(Dataset entries)
========
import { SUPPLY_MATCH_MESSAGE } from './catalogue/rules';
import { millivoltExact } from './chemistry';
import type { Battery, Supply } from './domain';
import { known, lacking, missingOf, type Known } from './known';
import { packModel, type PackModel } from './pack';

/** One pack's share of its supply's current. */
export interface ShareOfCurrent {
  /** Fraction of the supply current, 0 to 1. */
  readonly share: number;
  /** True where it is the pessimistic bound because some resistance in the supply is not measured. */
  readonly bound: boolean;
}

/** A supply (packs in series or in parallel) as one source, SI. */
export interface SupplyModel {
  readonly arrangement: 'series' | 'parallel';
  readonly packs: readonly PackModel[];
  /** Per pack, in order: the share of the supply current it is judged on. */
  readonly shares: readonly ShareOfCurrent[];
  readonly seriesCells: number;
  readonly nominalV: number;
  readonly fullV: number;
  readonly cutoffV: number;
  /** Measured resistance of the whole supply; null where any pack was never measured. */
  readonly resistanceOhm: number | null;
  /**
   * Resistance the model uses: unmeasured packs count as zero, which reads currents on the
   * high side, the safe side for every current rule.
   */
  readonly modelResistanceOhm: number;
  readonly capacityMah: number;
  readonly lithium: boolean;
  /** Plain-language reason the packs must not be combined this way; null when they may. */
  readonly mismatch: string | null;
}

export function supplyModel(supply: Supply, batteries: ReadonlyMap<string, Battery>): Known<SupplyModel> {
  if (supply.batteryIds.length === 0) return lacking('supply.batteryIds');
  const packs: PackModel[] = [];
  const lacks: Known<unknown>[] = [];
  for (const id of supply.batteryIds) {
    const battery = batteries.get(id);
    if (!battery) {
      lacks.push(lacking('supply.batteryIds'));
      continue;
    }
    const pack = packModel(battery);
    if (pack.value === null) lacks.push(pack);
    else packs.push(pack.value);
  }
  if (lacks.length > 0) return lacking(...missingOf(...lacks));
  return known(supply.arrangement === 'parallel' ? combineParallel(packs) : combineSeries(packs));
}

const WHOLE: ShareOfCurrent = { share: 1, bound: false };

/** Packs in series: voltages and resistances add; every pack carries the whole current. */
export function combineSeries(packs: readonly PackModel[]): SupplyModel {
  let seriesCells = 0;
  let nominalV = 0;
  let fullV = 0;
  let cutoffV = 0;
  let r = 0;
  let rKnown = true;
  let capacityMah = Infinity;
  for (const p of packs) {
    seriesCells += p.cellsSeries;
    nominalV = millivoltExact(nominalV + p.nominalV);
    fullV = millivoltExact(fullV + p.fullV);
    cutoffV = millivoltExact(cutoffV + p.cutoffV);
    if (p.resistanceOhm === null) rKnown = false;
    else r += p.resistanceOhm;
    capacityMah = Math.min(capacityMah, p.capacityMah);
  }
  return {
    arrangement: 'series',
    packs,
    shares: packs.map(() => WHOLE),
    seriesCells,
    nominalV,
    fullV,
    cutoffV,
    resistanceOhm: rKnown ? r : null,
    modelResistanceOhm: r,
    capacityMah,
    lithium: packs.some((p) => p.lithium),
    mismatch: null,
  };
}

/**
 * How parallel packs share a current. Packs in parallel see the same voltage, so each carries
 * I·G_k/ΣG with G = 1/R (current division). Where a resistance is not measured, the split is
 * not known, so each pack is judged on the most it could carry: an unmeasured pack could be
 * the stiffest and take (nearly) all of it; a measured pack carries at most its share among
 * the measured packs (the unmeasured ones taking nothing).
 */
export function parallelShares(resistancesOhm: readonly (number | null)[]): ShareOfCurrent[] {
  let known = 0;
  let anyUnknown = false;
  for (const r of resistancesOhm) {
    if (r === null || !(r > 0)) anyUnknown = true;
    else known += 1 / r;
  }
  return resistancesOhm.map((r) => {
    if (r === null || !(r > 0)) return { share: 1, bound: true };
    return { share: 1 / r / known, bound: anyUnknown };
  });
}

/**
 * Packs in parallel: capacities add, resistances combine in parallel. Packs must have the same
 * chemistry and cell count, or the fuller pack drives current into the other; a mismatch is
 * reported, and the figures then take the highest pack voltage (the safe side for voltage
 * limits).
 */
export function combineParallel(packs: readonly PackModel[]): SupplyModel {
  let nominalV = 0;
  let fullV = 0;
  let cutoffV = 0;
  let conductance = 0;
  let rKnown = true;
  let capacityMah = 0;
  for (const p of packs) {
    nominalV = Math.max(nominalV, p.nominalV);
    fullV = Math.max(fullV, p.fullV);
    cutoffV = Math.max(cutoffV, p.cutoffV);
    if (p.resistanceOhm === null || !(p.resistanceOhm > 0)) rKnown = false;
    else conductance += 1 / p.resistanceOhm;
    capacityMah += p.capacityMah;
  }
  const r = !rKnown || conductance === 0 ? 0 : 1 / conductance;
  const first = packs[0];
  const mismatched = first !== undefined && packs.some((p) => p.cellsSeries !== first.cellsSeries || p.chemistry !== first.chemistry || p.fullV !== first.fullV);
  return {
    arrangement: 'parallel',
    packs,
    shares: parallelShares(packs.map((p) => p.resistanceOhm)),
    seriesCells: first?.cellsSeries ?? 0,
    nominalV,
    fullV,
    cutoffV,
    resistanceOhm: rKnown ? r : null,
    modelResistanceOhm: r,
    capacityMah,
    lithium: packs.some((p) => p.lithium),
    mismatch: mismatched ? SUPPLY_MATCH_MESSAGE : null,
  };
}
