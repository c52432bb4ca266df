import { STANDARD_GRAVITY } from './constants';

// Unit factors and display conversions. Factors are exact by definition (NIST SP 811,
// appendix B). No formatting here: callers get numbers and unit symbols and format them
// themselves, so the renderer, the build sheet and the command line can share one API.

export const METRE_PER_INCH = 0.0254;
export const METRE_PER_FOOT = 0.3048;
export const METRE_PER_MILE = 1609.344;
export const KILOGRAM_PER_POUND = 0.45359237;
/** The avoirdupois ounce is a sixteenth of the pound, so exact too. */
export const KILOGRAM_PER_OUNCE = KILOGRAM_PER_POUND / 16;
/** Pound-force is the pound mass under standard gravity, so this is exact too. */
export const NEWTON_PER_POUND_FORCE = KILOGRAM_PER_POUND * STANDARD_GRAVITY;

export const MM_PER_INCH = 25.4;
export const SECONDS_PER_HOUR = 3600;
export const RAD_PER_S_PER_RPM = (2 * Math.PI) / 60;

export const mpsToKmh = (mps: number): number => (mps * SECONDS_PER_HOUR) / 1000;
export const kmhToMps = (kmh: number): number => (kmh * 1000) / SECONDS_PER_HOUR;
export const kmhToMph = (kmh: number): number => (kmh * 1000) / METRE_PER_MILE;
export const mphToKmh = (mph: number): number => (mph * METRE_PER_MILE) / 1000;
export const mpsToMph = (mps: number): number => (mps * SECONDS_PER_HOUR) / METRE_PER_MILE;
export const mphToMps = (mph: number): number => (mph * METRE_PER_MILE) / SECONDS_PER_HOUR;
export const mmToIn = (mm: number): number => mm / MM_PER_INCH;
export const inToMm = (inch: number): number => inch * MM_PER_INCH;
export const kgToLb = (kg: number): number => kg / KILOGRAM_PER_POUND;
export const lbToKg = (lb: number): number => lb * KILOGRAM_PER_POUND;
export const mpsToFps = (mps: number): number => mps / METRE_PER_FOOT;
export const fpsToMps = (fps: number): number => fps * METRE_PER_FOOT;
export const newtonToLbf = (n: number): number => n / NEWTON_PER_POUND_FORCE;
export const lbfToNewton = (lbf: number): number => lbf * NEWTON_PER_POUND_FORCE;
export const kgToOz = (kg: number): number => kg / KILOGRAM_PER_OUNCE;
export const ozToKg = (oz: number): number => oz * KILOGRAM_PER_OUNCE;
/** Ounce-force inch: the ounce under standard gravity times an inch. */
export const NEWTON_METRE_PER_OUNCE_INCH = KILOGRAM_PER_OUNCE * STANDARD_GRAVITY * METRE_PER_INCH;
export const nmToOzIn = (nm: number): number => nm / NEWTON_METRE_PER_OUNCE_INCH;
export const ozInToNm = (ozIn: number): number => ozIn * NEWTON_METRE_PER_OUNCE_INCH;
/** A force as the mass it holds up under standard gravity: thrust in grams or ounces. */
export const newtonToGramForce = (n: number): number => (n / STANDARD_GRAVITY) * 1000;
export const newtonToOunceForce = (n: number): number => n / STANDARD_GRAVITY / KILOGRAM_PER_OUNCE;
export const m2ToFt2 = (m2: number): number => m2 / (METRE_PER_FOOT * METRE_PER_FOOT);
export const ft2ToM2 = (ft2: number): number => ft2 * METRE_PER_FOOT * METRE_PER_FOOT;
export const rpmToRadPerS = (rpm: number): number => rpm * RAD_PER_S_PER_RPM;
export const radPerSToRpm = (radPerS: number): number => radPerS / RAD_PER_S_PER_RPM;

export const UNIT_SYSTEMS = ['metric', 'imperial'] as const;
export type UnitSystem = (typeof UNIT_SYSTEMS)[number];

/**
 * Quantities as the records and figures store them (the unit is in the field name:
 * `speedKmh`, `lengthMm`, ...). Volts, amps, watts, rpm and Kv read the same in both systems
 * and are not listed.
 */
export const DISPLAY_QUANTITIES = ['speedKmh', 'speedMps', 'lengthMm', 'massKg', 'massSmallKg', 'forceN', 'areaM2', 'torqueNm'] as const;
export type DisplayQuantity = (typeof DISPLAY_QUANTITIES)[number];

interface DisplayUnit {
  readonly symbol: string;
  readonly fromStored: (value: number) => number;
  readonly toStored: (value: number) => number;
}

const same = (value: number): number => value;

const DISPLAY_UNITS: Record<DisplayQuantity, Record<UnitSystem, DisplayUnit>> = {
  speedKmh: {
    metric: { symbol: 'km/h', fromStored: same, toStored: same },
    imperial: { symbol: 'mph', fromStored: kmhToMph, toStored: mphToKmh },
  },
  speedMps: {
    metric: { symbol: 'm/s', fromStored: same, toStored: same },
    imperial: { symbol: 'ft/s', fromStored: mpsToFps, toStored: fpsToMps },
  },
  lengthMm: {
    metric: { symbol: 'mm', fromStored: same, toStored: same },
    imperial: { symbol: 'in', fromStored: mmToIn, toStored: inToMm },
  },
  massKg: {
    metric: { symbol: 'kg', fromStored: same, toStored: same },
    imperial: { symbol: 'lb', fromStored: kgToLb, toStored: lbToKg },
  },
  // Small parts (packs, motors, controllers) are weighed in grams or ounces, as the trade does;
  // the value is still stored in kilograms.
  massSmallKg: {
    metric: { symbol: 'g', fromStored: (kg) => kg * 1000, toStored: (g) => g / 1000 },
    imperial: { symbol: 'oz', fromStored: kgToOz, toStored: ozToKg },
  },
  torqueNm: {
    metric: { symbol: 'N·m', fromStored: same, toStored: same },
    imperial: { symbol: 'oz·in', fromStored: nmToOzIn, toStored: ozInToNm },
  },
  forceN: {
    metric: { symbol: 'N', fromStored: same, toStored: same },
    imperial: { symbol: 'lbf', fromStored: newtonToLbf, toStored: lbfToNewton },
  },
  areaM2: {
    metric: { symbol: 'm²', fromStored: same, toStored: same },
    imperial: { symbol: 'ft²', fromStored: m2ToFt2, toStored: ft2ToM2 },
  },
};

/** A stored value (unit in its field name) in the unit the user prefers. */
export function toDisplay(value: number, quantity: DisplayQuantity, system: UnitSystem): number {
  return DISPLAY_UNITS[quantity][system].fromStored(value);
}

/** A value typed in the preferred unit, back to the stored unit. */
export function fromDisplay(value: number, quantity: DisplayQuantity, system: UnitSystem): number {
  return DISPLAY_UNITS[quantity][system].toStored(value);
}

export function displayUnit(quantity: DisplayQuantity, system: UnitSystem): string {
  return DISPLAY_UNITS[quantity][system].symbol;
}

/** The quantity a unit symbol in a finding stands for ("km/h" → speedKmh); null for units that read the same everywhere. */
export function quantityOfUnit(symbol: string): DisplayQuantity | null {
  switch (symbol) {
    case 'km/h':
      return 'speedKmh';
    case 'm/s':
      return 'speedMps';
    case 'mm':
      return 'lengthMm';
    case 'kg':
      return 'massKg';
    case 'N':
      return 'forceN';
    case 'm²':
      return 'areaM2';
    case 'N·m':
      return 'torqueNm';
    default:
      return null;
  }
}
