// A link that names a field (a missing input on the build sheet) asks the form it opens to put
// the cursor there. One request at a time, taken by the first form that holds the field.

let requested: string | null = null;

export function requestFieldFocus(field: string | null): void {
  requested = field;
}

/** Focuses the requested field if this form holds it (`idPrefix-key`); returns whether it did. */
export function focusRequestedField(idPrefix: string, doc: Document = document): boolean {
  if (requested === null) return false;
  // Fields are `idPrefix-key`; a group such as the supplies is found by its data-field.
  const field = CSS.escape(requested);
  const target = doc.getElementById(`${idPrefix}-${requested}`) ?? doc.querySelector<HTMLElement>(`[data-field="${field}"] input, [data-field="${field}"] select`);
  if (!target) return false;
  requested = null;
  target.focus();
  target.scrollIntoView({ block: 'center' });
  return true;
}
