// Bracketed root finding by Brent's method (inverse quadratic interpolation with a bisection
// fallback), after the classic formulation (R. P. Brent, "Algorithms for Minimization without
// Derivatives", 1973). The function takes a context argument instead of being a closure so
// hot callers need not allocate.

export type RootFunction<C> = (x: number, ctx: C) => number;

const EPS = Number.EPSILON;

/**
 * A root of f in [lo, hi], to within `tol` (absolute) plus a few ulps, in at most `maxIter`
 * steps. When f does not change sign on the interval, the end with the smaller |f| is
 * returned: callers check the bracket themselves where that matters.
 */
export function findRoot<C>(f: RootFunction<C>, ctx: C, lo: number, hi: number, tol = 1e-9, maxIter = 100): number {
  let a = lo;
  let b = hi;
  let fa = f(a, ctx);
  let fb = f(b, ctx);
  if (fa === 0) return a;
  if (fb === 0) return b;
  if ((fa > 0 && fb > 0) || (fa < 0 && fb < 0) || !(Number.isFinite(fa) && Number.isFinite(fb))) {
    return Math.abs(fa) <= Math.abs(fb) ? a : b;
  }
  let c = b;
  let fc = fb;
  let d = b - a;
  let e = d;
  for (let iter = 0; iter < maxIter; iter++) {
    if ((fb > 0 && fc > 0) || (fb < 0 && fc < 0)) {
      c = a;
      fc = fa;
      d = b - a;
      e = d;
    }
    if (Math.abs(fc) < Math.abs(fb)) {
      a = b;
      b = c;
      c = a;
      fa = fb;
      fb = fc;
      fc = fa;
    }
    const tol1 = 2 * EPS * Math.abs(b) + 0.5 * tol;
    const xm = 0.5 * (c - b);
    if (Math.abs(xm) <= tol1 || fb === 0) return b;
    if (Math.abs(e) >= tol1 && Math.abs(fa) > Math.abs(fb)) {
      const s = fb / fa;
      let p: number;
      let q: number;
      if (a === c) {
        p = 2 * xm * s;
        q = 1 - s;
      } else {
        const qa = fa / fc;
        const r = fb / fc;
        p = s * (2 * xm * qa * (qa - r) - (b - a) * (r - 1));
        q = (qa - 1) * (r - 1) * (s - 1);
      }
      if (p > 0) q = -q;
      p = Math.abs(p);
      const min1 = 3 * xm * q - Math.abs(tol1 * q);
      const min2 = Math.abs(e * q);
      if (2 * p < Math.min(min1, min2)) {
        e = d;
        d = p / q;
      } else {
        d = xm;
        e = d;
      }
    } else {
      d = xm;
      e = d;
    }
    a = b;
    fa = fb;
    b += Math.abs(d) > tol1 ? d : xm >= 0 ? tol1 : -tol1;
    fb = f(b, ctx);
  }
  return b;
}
========
WORK INSTRUCTION:
Take the lines from the first line of the records through the line holding "readonly capacityMah: number;", both included, and please reproduce them exactly with nothing added.

RESULT OF THIS EXERCISE:
import { SUPPLY_MATCH_MESSAGE } from './catalogue/rules';
import { millivoltExact } from './chemistry';
import type { Battery, Supply } from './domain';
import { known, lacking, missingOf, type Known } from './known';
import { packModel, type PackModel } from './pack';

/** One pack's share of its supply's current. */
export interface ShareOfCurrent {
  /** Fraction of the supply current, 0 to 1. */
  readonly share: number;
  /** True where it is the pessimistic bound because some resistance in the supply is not measured. */
  readonly bound: boolean;
}

/** A supply (packs in series or in parallel) as one source, SI. */
export interface SupplyModel {
  readonly arrangement: 'series' | 'parallel';
  readonly packs: readonly PackModel[];
  /** Per pack, in order: the share of the supply current it is judged on. */
  readonly shares: readonly ShareOfCurrent[];
  readonly seriesCells: number;
  readonly nominalV: number;
  readonly fullV: number;
  readonly cutoffV: number;
  /** Measured resistance of the whole supply; null where any pack was never measured. */
  readonly resistanceOhm: number | null;
  /**
   * Resistance the model uses: unmeasured packs count as zero, which reads currents on the
   * high side, the safe side for every current rule.
   */
  readonly modelResistanceOhm: number;
  readonly capacityMah: number;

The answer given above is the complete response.